Material provided START

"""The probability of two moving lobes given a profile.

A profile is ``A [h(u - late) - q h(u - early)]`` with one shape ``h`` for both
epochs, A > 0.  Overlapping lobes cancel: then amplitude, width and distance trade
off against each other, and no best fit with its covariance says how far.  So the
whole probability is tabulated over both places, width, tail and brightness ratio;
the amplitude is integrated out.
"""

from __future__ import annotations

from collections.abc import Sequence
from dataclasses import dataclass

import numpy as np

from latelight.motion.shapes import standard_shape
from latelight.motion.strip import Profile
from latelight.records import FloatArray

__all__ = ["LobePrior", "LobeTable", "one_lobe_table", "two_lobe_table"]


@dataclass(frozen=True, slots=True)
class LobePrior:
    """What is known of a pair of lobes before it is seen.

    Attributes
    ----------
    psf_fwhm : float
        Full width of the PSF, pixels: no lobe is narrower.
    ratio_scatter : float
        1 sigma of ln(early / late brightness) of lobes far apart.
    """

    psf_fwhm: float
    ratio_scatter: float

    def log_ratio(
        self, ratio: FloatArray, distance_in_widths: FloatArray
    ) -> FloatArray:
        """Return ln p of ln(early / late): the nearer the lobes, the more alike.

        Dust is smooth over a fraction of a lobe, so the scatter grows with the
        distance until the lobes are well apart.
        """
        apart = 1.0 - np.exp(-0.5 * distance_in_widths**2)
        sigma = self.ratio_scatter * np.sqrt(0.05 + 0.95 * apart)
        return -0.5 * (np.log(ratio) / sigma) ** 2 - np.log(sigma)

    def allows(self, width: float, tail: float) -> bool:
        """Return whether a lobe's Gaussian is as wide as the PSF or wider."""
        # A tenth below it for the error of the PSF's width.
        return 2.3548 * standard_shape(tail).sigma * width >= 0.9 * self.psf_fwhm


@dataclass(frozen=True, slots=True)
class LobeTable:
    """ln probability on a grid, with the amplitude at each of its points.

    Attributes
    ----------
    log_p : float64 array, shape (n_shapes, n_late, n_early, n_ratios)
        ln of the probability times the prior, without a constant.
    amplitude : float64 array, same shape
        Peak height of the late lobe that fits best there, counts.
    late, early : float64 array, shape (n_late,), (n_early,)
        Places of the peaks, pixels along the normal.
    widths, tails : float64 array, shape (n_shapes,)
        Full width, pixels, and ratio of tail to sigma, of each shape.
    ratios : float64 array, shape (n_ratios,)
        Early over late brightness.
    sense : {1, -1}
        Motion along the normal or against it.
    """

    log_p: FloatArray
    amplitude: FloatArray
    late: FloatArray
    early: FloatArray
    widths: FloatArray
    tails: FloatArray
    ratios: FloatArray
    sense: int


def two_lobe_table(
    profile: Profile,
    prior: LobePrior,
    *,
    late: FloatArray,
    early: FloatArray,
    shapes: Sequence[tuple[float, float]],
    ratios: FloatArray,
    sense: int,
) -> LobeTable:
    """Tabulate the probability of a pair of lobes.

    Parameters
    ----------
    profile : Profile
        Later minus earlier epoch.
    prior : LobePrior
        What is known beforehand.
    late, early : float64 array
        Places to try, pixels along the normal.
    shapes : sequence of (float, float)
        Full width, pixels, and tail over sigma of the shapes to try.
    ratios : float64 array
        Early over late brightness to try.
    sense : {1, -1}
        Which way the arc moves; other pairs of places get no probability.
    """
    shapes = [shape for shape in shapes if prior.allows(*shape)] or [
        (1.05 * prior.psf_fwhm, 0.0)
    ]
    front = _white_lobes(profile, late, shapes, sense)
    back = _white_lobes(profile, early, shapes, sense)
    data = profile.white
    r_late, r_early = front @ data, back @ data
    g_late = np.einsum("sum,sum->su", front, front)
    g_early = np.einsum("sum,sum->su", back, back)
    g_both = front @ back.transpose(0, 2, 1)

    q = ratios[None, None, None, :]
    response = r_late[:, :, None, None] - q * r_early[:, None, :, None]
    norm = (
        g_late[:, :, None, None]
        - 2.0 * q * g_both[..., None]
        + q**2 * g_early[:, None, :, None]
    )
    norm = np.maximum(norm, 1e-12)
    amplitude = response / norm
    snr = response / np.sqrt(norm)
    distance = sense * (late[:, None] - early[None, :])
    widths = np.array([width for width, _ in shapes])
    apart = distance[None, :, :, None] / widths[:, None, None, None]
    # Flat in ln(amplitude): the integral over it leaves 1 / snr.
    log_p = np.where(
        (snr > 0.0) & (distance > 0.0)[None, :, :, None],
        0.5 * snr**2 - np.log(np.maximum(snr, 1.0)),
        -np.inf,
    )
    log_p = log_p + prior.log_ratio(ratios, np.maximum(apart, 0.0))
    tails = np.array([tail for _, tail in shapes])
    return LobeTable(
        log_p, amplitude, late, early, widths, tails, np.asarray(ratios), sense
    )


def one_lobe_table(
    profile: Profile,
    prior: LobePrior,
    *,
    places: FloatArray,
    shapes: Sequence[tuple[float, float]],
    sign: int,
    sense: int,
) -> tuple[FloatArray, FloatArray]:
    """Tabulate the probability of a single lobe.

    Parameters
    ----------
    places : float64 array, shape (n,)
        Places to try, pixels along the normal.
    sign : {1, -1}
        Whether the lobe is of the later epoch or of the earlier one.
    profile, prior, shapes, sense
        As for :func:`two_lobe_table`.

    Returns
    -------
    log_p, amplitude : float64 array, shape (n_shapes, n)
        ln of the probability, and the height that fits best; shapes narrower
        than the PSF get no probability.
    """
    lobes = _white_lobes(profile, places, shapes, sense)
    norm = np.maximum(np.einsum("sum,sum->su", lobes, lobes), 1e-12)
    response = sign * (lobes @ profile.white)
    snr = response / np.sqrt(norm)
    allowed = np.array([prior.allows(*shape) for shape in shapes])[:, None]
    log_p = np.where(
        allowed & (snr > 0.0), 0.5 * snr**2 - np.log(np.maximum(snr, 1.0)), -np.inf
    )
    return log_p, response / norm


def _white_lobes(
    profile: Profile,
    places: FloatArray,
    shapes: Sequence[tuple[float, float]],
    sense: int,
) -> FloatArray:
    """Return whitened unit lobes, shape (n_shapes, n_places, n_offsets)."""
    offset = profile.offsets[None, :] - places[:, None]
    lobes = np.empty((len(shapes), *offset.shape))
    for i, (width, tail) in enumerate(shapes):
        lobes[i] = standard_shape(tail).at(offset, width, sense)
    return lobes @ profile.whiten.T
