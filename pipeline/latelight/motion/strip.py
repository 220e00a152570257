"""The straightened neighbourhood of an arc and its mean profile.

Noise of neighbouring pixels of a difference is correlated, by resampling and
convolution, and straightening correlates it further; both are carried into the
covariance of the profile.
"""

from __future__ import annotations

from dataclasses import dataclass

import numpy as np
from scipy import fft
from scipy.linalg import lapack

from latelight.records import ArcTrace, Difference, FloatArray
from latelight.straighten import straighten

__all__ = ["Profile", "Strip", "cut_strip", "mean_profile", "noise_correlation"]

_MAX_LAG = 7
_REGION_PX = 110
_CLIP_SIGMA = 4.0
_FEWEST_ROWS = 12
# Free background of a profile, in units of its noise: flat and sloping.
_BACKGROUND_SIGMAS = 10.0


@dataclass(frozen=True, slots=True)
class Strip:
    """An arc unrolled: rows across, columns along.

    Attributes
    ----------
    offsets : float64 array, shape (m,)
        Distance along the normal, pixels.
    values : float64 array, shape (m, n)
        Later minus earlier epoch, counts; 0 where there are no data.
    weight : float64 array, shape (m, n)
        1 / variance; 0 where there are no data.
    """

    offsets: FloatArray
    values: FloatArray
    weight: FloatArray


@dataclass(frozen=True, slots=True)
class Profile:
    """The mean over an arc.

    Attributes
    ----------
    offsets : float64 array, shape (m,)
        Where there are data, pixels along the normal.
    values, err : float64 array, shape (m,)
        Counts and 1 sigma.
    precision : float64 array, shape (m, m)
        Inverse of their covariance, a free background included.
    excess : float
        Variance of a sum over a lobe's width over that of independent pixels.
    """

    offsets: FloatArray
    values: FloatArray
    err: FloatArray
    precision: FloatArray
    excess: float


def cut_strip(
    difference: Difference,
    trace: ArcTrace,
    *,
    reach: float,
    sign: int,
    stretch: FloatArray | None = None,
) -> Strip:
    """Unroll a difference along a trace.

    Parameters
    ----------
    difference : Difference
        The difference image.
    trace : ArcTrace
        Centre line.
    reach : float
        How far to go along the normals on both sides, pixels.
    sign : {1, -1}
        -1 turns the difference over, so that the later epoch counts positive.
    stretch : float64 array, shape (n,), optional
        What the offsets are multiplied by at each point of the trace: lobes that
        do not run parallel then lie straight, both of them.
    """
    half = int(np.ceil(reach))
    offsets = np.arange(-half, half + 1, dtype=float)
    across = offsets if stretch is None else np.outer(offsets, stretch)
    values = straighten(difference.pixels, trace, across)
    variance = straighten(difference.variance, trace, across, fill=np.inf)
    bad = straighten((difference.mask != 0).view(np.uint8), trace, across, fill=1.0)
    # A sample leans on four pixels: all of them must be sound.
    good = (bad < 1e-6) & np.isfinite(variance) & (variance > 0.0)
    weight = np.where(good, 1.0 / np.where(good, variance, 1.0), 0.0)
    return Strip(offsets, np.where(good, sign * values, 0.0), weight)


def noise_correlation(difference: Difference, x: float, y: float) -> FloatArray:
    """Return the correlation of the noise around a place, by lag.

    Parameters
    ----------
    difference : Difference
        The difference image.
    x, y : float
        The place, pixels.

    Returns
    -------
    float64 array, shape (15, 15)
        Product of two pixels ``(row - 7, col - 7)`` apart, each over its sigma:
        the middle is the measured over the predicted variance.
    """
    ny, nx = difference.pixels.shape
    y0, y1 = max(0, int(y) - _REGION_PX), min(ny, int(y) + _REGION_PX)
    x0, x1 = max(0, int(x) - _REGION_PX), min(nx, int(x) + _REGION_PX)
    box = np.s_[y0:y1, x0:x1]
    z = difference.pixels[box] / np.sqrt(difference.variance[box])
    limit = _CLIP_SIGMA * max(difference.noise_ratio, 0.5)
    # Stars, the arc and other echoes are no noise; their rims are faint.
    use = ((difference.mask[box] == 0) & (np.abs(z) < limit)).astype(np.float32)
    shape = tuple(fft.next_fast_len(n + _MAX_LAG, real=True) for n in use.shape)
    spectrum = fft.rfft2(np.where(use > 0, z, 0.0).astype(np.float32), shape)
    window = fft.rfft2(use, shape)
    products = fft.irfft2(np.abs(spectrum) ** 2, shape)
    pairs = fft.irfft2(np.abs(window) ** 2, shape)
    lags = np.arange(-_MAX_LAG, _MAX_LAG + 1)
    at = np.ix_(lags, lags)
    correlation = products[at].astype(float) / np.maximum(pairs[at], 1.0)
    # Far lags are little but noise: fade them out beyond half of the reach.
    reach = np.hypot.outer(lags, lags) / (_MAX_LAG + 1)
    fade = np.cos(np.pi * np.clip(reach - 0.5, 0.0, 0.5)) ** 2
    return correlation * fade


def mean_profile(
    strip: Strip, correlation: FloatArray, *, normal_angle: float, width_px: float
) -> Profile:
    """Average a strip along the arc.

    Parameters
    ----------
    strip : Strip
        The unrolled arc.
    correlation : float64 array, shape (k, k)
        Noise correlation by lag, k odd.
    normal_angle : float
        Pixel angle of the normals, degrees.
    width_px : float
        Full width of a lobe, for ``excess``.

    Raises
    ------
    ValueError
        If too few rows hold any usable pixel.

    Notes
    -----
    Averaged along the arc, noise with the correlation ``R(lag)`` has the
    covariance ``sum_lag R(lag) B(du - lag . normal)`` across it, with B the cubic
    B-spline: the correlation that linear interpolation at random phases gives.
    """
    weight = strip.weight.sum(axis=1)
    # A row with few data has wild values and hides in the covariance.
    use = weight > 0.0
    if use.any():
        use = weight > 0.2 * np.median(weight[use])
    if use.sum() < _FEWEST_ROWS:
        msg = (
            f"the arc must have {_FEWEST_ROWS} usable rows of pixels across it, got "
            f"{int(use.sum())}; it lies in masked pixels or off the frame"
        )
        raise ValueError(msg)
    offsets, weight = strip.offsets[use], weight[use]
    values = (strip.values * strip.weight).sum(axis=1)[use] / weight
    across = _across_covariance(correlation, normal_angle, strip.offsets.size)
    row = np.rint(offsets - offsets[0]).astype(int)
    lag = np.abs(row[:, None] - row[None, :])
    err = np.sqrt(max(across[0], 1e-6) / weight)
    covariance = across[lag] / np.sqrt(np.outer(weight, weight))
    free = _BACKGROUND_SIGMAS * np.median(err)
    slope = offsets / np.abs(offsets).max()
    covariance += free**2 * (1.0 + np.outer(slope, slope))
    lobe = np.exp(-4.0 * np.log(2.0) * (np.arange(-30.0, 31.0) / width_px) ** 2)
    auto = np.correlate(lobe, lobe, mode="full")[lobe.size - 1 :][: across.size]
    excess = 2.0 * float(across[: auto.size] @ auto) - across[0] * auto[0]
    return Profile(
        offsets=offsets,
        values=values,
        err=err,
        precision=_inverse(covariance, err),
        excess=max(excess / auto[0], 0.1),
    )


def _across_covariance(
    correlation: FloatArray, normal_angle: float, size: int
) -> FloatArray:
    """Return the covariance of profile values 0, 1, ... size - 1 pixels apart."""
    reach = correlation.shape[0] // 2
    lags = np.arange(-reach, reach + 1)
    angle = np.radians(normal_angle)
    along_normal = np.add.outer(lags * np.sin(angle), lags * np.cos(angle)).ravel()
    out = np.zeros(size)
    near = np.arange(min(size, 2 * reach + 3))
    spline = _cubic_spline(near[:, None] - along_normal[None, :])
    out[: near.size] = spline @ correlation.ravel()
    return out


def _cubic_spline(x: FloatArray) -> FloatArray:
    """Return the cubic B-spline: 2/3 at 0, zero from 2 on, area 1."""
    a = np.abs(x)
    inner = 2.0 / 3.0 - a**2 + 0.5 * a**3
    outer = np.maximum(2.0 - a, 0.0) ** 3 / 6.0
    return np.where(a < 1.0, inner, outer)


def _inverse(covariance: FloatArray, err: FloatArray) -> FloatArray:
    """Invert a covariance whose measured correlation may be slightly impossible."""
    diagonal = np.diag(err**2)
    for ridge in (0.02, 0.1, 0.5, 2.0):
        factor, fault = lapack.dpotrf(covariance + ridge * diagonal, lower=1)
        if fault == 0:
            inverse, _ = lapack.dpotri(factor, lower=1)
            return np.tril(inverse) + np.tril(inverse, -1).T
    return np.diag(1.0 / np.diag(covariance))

Material provided END

▶ Task description
Show all lines in the entries above where the word "fill" appears.

▶ Your response
    variance = straighten(difference.variance, trace, across, fill=np.inf)
    bad = straighten((difference.mask != 0).view(np.uint8), trace, across, fill=1.0)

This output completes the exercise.